Money Market and Fixed Income
The overnight (OVN) rate expanded by 50bps w/w to 32.7%, as the financial system’s liquidity weakened further, despite inflows from FGN bond coupon (NGN65.36 billion). Due to the absence of key inflows (particularly from FAAC remittances), average system liquidity tightened further to settle at a net short position (NGN465.18 billion) compared to a net long position of NGN148.29 billion in the previous week.
Barring any mop-up activities by CBN, we expect inflows from FGN bond coupon payments (NGN284.73 billion) to boost system liquidity, albeit moderately. However, factoring in potential inflows from FAAC remittances, we expect the OVN rate to taper.
Treasury Bills
The Treasury bills secondary market maintained bullish strides, as investors continued to price in possible monetary policy easing in the upcoming Monetary Policy Committee (MPC) meeting, slated for 21 and 22 July 2025. As a result, average yield across all instruments declined by 20bps to 21.3%. Across the market segments, the average yield declined by 53bps to 18.3% in the NTB segment and expanded by 19bps to 24.5% in the OMO segment.
We expect the outcome of the CBN’s MPC meeting to broadly shape the direction of yields in the Treasury bills secondary market. Meanwhile, the expected improvement in system liquidity could further boost investor sentiment.
Bonds
The FGN bond secondary market traded with bullish sentiments driven by demand from local investors.
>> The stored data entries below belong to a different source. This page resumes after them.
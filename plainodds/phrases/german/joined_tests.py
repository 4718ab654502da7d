"""Tests of all terms that join two predictors, in German."""

from __future__ import annotations

from plainodds.answers.joined import JoinedTest
from plainodds.model.predictors import Subject
from plainodds.phrases.labels import listed, predictor_name
from plainodds.phrases.numbers import count, p_value, signed

__all__ = ["joined_test"]


def joined_test(subject: Subject, names: tuple[str, str], test: JoinedTest) -> str:
    """The test with its statistic, as the start of a sentence of technical words."""
    told = [predictor_name(subject.predictor(each)) for each in names]
    kind = {"wald": "Wald-Test", "likelihood_ratio": "Likelihood-Quotienten-Test"}[test.kind]
    return f"{kind} darauf, dass kein Term {listed(told)} verbindet: {_statistic(test)}"


def _statistic(test: JoinedTest) -> str:
    written = signed(test.statistic).removeprefix("+")
    freedom = count(test.degrees_of_freedom)
    if test.denominator is None:
        one = test.degrees_of_freedom == 1
        on = f"χ² = {written} bei {freedom} {'Freiheitsgrad' if one else 'Freiheitsgraden'}"
    else:
        below = signed(test.denominator, decimals=0).removeprefix("+")
        on = f"F = {written} bei {freedom} und {below} Freiheitsgraden"
    return f"{on}, p-Wert {p_value(test.p_value)}"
Accordingly, the average yield declined by 29bps to 16.5%. Across the benchmark curve, the average yield declined at the short (-55bps), mid (-25bps) and long (-17bps) segments, driven by the demand for the MAR-2027 (-119bps), FEB-2034 (-51BPS) and JAN-2042 (-46bps) bonds, respectively.
We expect the outcome of the upcoming MPC meeting to shape the direction of bond yields across all market segments. Nonetheless, we expect investors to explore the option of coupon re-investment, in a bid to exploit the current level of bond yields. Over the medium term, we still expect a moderation in bond yields, influenced by two factors – (1) the anticipated dovish monetary policy stance and (2) demand and supply dynamics.
Foreign Exchange
The naira depreciated by 0.1% w/w to NGN1,532.11/USD despite CBN’s intervention, selling c.USD80.00 million to the market. Meanwhile, gross FX reserves increased for the second consecutive week, growing by USD422.16 million w/w to USD37.85 billion (17 July). In the forwards market, the naira rates depreciated across the 1-month (-0.4% to NGN1,578.53/USD), 3-month (-0.5% to NGN1,654.49/USD), 6-month (-0.7% to NGN1,763.13/USD) and 1-year (-1.0% to NGN1,972.98/USD) contracts.
We expect FX liquidity to remain robust, supported by reduced global pressures and stronger market confidence, which continues to attract inflows from foreign portfolio investors (FPIs). Additionally, a stronger net FX reserve position enhances the CBN’s capacity to intervene when necessary. Barring any unexpected shocks, we anticipate that the naira will remain stable in the near term.